Data Cleansing: boring, painful, tedious and very, very important

I've been working recently on a category management project and I'm reminded of just how essential clean, well-organized data is.  We are working to group stores into "clusters" of similar stores; later we will see what geographic and demographic data best helps us to predict cluster membership and optimize product assortment by cluster.

As a first pass, and under a severe time crunch, we took the data available, ran it through the model and while it processed, I was unhappy with the predictive power we found.  Of course, this approach was ridiculously optimistic: so, back to look at the product characteristics we were using.  While the data were cleaner than expected they still suffered from a range of problems visible even to someone who does not know the products that well:

  • missing, invalid and inconsistent values
  • inconsistency across related products (flavor variations with different weights and pricing). 
  • product characteristics that should really be split into multiple characteristics (because the options are not mutually exclusive)

It's taken a few iterations and a few days to get this cleaned up and to embed some of the new product characteristics in the system but its worth every minute.  Even simple analysis  now shows more meaningful results.  Predictive models will benefit even more.

Clustering is a relatively simple statistical process.  Once set up, I can teach someone with limited predictive modeling skills to re-run models with sensible defaults and to interpret the outputs.  Cleaning the data and presenting it correctly to the modeling tools (so you get useful answers) takes more skill.

So, if you are knee-deep in a modeling project and have not paused to check your data quality, perhaps now is the time...



What is "analysis" and why do most "analysts" not do it?

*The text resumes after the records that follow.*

package solver

import (
	"fmt"
	"math"
	"strings"
	"testing"

	"edgewise/solver/problem"
	"edgewise/solver/project"
	"edgewise/solver/series"
)

// twoTerminal is a project whose terminals are two opposite full sides;
// the other two sides are insulated.
func twoTerminal(physics, cond string, w, h float64, vertical bool, extra string) string {
	hiSide, loSide, ins1, ins2 := "left", "right", "bottom", "top"
	if vertical {
		hiSide, loSide, ins1, ins2 = "bottom", "top", "left", "right"
	}
	return fmt.Sprintf(`{"schema": "edgewise/1", "physics": %q, "width": %g, "height": %g, "conductivity": %s,
	  "edges": {%q: {"kind": "value", "expr": "100"}, %q: {"kind": "value", "expr": "20"},
	    %q: {"kind": "flux", "expr": "0"}, %q: {"kind": "flux", "expr": "0"}}%s}`,
		physics, w, h, cond, hiSide, loSide, ins1, ins2, extra)
}

// Full-side terminals: the field is linear and the conductance per
// difference is kx H / W (terminals left and right) or ky W / H (bottom
// and top), exactly; the shape factor divides by sqrt(kx ky). Exact
// identities, to 1e-9.
func TestConductanceFullSides(t *testing.T) {
	for _, tc := range []struct {
		cond     string
		kx, ky   float64
		vertical bool
	}{
		{"50", 50, 50, false},
		{"50", 50, 50, true},
		{`{"x": 40, "y": 10}`, 40, 10, false},
		{`{"x": 40, "y": 10}`, 40, 10, true},
		{`{"x": 0.5, "y": 8}`, 0.5, 8, true},
	} {
		const w, h = 0.4, 0.1
		_, out := mustSolve(t, twoTerminal("heat", tc.cond, w, h, tc.vertical, ""), Options{NoCrossCheck: true})
		c := out.Result.Answers.Conductance
		if c == nil {
			t.Fatalf("%s vertical=%v: no conductance: %s", tc.cond, tc.vertical, out.Result.Answers.NoConductance)
		}
		want := tc.kx * h / w
		hi, lo := "left[0]", "right[0]"
		if tc.vertical {
			want, hi, lo = tc.ky*w/h, "bottom[0]", "top[0]"
		}
		sf := want / math.Sqrt(tc.kx*tc.ky)
		if math.Abs(c.PerDifference-want) > 1e-9*want || math.Abs(c.ShapeFactor-sf) > 1e-9*sf ||
			math.Abs(c.Flow-80*want) > 1e-9*80*want {
			t.Errorf("%s vertical=%v: per difference %.15g, shape factor %.15g, flow %.15g; want %.15g, %.15g, %.15g",
				tc.cond, tc.vertical, c.PerDifference, c.ShapeFactor, c.Flow, want, sf, 80*want)
		}
		if c.High.Value != 100 || c.Low.Value != 20 || strings.Join(c.High.Parts, ",") != hi || strings.Join(c.Low.Parts, ",") != lo {
			t.Errorf("%s vertical=%v: terminals %+v %+v", tc.cond, tc.vertical, c.High, c.Low)
		}
		heat := out.Result.Answers.Heat
		if heat == nil || heat.ThermalResistance == nil || math.Abs(*heat.ThermalResistance*want-1) > 1e-9 {
			t.Errorf("%s: thermal resistance %v, want 1/%g", tc.cond, heat, want)
		}
		net := out.Result.Answers.FlowNet
		if net.Reason != "" || math.Abs(net.Ratio-sf) > 1e-9*sf || math.Abs(float64(net.Channels)/net.Drops-sf) > 1e-9*sf {
			t.Errorf("%s: flow net %+v, want channels/drops = shape factor %g", tc.cond, net, sf)
		}
	}
}
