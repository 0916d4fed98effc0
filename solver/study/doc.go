// Package study runs studies of an edgewise project (schema
// "edgewise-study/1"): a sweep over every combination of parameter values,
// or a seek for the value of one parameter that makes an output meet a
// target.
//
//	{"schema": "edgewise-study/1",
//	 "vary":   [{"name": "h_top", "from": 5, "to": 100, "steps": 20, "scale": "linear"},
//	            {"name": "k_plate", "values": [120, 167, 200]}],
//	 "report": ["max.value", "edges.top.flow", "probes.T1.value"]}
//
//	{"schema": "edgewise-study/1",
//	 "seek":   {"name": "h_top", "from": 5, "to": 500, "target": {"max.value": 85}, "tolerance": 0.001},
//	 "report": ["edges.top.flow"]}
//
// An axis of a vary is either from, to and steps (the number of values,
// both ends included, at least 2) on a linear scale (equal differences, the
// default) or a log scale (equal ratios; both ends above zero), or a list of
// values. Rows run through every combination like nested loops: the first
// axis outermost, the last one changing fastest (Study.Values). Row i of a
// study is always the same case, so a study can be split into shards (the
// rows whose index modulo N is I) that run anywhere and merge back by the
// row index.
//
// Report paths name numbers of the result (Lookup, Paths): max.value,
// max.x, max.y, min.*, mean, balance, source_total, accuracy.terms,
// accuracy.estimate, accuracy.crosscheck, edges.<side>.flow|mean|per_length,
// probes.<label>.value, probes.<label>.gradient.x|y,
// probes.<label>.flux.x|y, conductance.flow|per_difference|shape_factor,
// answers.flow_net.ratio, answers.heat.thermal_conductance|thermal_resistance,
// answers.electrostatic.capacitance|peak.value and
// answers.seepage.discharge|per_day|per_head (a result without such an
// answer gives an empty field). A new output is one line in the outputs
// table.
//
// Each row is the project with the varied parameters set (Project.With),
// solved as a single solve would solve it, so a row's numbers are the
// single solve's to the last digit. The finite-difference cross-check,
// which changes no other number, runs only when accuracy.crosscheck is
// reported.
//
// For a page or any other caller with a single thread, Study.Run solves
// one row and Study.Find runs a seek with a progress callback that can
// stop it; Study.Sweep runs rows on several goroutines and hands them back
// in row order.
package study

In the Consumer Product Goods (CPG) world, there are a lot of analysts: supply chain analysts; sales analysts; shelf analysts; category analysts; transportation analysts... you get the idea.  For many people the 'analyst' role is their first step onto the managerial ladder.  It is their role to learn the business,  "crunch" numbers and one day, with hard work and a little luck, get promoted to a non-analytic, managerial role.

Knowing this career path, their managers recruit for skills and attitudes that reflect managerial and leadership potential (results focus, initiative, collaborative team working and initiative).  Rarely do they look for strong analytical skills (math, statistics, logical reasoning, systems engineering, management science, data science, programming and operations research) and as most organizations provide limited career paths for people with such skills, perhaps it is best not to recruit them into a dead-end role.

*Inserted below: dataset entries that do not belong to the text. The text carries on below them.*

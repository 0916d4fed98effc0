package study

import (
	"fmt"
	"math"
	"strings"

	"edgewise/solver/jsonlite"
	"edgewise/solver/project"
)

// Schema is the study-file schema.
const Schema = "edgewise-study/1"

// Limits on what a study may ask for.
const (
	MaxRows   = 10_000_000 // combinations of a vary
	MaxValues = 100_000    // values of one axis
	maxBytes  = 1 << 20
)

// Linear and Log are the scales of an axis given by from, to and steps.
const (
	Linear = "linear"
	Log    = "log"
)

// Study is a decoded study file.
type Study struct {
	Vary   []Axis
	Report []string
	Seek   *Seek // a seek instead of a vary

	outs      []output
	crossNeed bool // some output needs the cross-check
}

// Axis is one varied parameter and every value it takes, in order.
type Axis struct {
	Name   string
	Values []float64
}

// Seek asks for the value of the parameter Name in [From, To] at which the
// output Output equals Target within Tolerance.
type Seek struct {
	Name      string
	From, To  float64
	Output    string
	Target    float64
	Tolerance float64

	out output
}

// Decode reads a study file for project p strictly: unknown keys, a
// parameter p does not define, steps below 2, a log scale that reaches zero
// or below, an unknown report path are errors (*project.Error) naming the
// path in the study file, such as vary[1].steps.
func Decode(data []byte, p *project.Project) (*Study, error) {
	if len(data) > maxBytes {
		return nil, project.Errorf("", "study file is larger than %d bytes", maxBytes)
	}
	v, err := jsonlite.Parse(data)
	if err != nil {
		return nil, project.Errorf("", "not a study file: %v", err)
	}
	d := &decoder{p: p}
	s := d.study(v)
	if d.err != nil {
		return nil, d.err
	}
	return s, nil
}

type decoder struct {
	p   *project.Project
	err *project.Error
}

//go:noinline
func (d *decoder) fail(path, format string, args ...any) {
	if d.err == nil {
		d.err = project.Errorf(path, format, args...)
	}
}

func (d *decoder) object(v any, path string, required []string, optional ...string) map[string]any {
	m, err := project.Object(v, path, required, optional...)
	if err != nil && d.err == nil {
		d.err = err
	}
	return m
}

func (d *decoder) number(v any, path string) float64 {
	n, ok := v.(jsonlite.Number)
	if !ok {
		d.fail(path, "expected a number, got %s", project.Describe(v))
		return 0
	}
	f, err := n.Float64()
	if err != nil || math.IsInf(f, 0) || math.IsNaN(f) {
		d.fail(path, "%s is not a finite number", project.Shorten(string(n)))
		return 0
	}
	return f
}

func (d *decoder) text(v any, path string) string {
	s, ok := v.(string)
	if !ok {
		d.fail(path, "expected text in quotes, got %s", project.Describe(v))
	}
	return s
}

func (d *decoder) list(v any, path string) []any {
	l, ok := v.([]any)
	if !ok {
		d.fail(path, "expected a list [...], got %s", project.Describe(v))
	}
	return l
}

// parameter reads the name of a parameter of the project.
func (d *decoder) parameter(v any, path string) string {
	name := d.text(v, path)
	if d.err != nil {
		return ""
	}
	if _, ok := d.p.Parameter(name); !ok {
		has := make([]string, len(d.p.Parameters))
		for i, q := range d.p.Parameters {
			has[i] = q.Name
		}
		if len(has) == 0 {
			d.fail(path, "unknown parameter %q (the project defines no parameters)", project.Clip(name))
		} else {
			d.fail(path, "unknown parameter %q (the project defines %s)", project.Clip(name), strings.Join(has, ", "))
		}
	}
	return name
}

func (d *decoder) study(v any) *Study {
	m := d.object(v, "", []string{"schema"}, "vary", "report", "seek")
	if m == nil {
		return nil
	}
	if sc := d.text(m["schema"], "schema"); d.err == nil && sc != Schema {
		d.fail("schema", "expected %q, got %q (not an edgewise study, or a newer version)", Schema, project.Clip(sc))
	}
	s := &Study{}
	_, hasVary := m["vary"]
	_, hasSeek := m["seek"]
	switch {
	case hasVary && hasSeek:
		d.fail("seek", "a study has vary or seek, not both")
	case !hasVary && !hasSeek:
		d.fail("vary", "missing (or give a seek)")
	}
	if hasVary {
		s.Vary = d.vary(m["vary"])
	}
	if r, ok := m["report"]; ok {
		for i, pv := range d.list(r, "report") {
			path := fmt.Sprintf("report[%d]", i)
			name := d.text(pv, path)
			if d.err != nil {
				return nil
			}
			s.Report = append(s.Report, name)
			s.outs = append(s.outs, d.output(name, path))
		}
	} else if hasVary {
		d.fail("report", "missing (list the outputs to collect, such as \"max.value\")")
	}
	if hasVary && d.err == nil && len(s.Report) == 0 {
		d.fail("report", "empty (list the outputs to collect, such as \"max.value\")")
	}
	if hasSeek {
		s.Seek = d.seek(m["seek"])
	}
	if d.err != nil {
		return nil
	}
	for _, c := range crossCheckPaths {
		for _, r := range s.Report {
			s.crossNeed = s.crossNeed || r == c
		}
		s.crossNeed = s.crossNeed || s.Seek != nil && s.Seek.Output == c
	}
	return s
}

func (d *decoder) output(name, path string) output {
	o, err := Lookup(name, d.p)
	if err != nil {
		d.fail(path, "%v", err)
	}
	return o
}

func (d *decoder) vary(v any) []Axis {
	list := d.list(v, "vary")
	if d.err == nil && len(list) == 0 {
		d.fail("vary", "empty (give at least one parameter to vary)")
	}
	var axes []Axis
	rows := 1
	for i, av := range list {
		path := fmt.Sprintf("vary[%d]", i)
		a := d.axis(av, path)
		if d.err != nil {
			return nil
		}
		for _, b := range axes {
			if b.Name == a.Name {
				d.fail(path+".name", "%q is varied twice", a.Name)
				return nil
			}
		}
		if rows *= len(a.Values); rows > MaxRows {
			d.fail(path, "the study would have more than %d rows", MaxRows)
			return nil
		}
		axes = append(axes, a)
	}
	return axes
}

// axis reads {"name", "from", "to", "steps", "scale"} or {"name", "values"}.
func (d *decoder) axis(v any, path string) Axis {
	m, ok := v.(map[string]any)
	if !ok {
		d.fail(path, "expected an object {\"name\": ..}, got %s", project.Describe(v))
		return Axis{}
	}
	if _, ok := m["values"]; ok {
		m = d.object(v, path, []string{"name", "values"})
	} else {
		m = d.object(v, path, []string{"name", "from", "to", "steps"}, "scale")
	}
	if m == nil {
		return Axis{}
	}
	a := Axis{Name: d.parameter(m["name"], path+".name")}
	if vs, ok := m["values"]; ok {
		list := d.list(vs, path+".values")
		if d.err == nil && (len(list) == 0 || len(list) > MaxValues) {
			d.fail(path+".values", "give from 1 to %d values, got %d", MaxValues, len(list))
		}
		for j, x := range list {
			a.Values = append(a.Values, d.number(x, fmt.Sprintf("%s.values[%d]", path, j)))
		}
		return a
	}
	from, to := d.number(m["from"], path+".from"), d.number(m["to"], path+".to")
	steps := d.number(m["steps"], path+".steps")
	if d.err != nil {
		return a
	}
	if steps != math.Trunc(steps) || steps < 2 || steps > MaxValues {
		d.fail(path+".steps", "must be a whole number from 2 to %d (the number of values, both ends included), got %g", MaxValues, steps)
		return a
	}
	scale := Linear
	if sv, ok := m["scale"]; ok {
		scale = d.text(sv, path+".scale")
	}
	switch {
	case d.err != nil:
	case scale != Linear && scale != Log:
		d.fail(path+".scale", "unknown scale %q (use linear or log)", project.Clip(scale))
	case scale == Log && !(from > 0 && to > 0):
		bad, at := from, ".from"
		if from > 0 {
			bad, at = to, ".to"
		}
		d.fail(path+at, "a log scale needs both ends above zero, got %g", bad)
	default:
		a.Values = Steps(from, to, int(steps), scale)
	}
	return a
}

// Steps returns n values from from to to, both ends included and exact:
// equally spaced on a linear scale, in equal ratios on a log scale (the
// same numbers on every processor: see pow).
func Steps(from, to float64, n int, scale string) []float64 {
	vals := make([]float64, n)
	for i := range vals {
		t := float64(i) / float64(n-1)
		switch {
		case i == n-1:
			vals[i] = to
		case scale == Log:
			vals[i] = from * pow(to/from, t)
		default:
			vals[i] = from + t*(to-from)
		}
	}
	vals[0] = from
	return vals
}

// seek reads {"name", "from", "to", "target": {"path": value}, "tolerance"}.
func (d *decoder) seek(v any) *Seek {
	m := d.object(v, "seek", []string{"name", "from", "to", "target"}, "tolerance")
	if m == nil {
		return nil
	}
	s := &Seek{Name: d.parameter(m["name"], "seek.name")}
	s.From, s.To = d.number(m["from"], "seek.from"), d.number(m["to"], "seek.to")
	if d.err == nil && s.From == s.To {
		d.fail("seek.to", "the bracket is empty: from and to are both %g", s.From)
	}
	tm, ok := m["target"].(map[string]any)
	if d.err == nil && (!ok || len(tm) != 1) {
		d.fail("seek.target", "expected one output and its target, such as {\"max.value\": 85}, got %s", project.Describe(m["target"]))
	}
	for k, tv := range tm {
		s.Output = k
		s.out = d.output(k, "seek.target")
		s.Target = d.number(tv, "seek.target."+k)
	}
	if tv, ok := m["tolerance"]; ok {
		s.Tolerance = d.number(tv, "seek.tolerance")
		if d.err == nil && !(s.Tolerance > 0) {
			d.fail("seek.tolerance", "must be greater than zero, got %g", s.Tolerance)
		}
	} else {
		s.Tolerance = DefaultTolerance(s.Target)
	}
	return s
}

// DefaultTolerance is the seek's tolerance on the output when the study
// gives none: a millionth of the target, and at least 1e-9.
func DefaultTolerance(target float64) float64 { return max(1e-6*math.Abs(target), 1e-9) }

For many analysts, the work is focused around report generation which is manual and repetitive in nature ( run/copy/paste/format) and leaves little time for investigative, analytical work to comment on the reports, let alone investigate why the report says what it does.  The analyst stays stuck in this rut because they do not possess the skills and perhaps the time to find a way out.

It should not come as a surprise then that while analysts can be very bright, very energetic and looking forward to a great career in your company, they may not be very strong at 'analysis': framing the business issue to be solved; extracting the maximum useful insight from available data; and making recommendations as to next steps.

Of course it also gives you an idea why some people strong in analytic skills don't always do good analysis either :-)  In my experience, many lack the interest in the business issue they are working on, being enamored with the analytic process rather than the end-result.

Finding the combination of skill-sets you need to do this work well is tough and unless you have a very large organization, maintaining a critical mass of these skills is likely to be a problem too - it may be necessary to buy it in.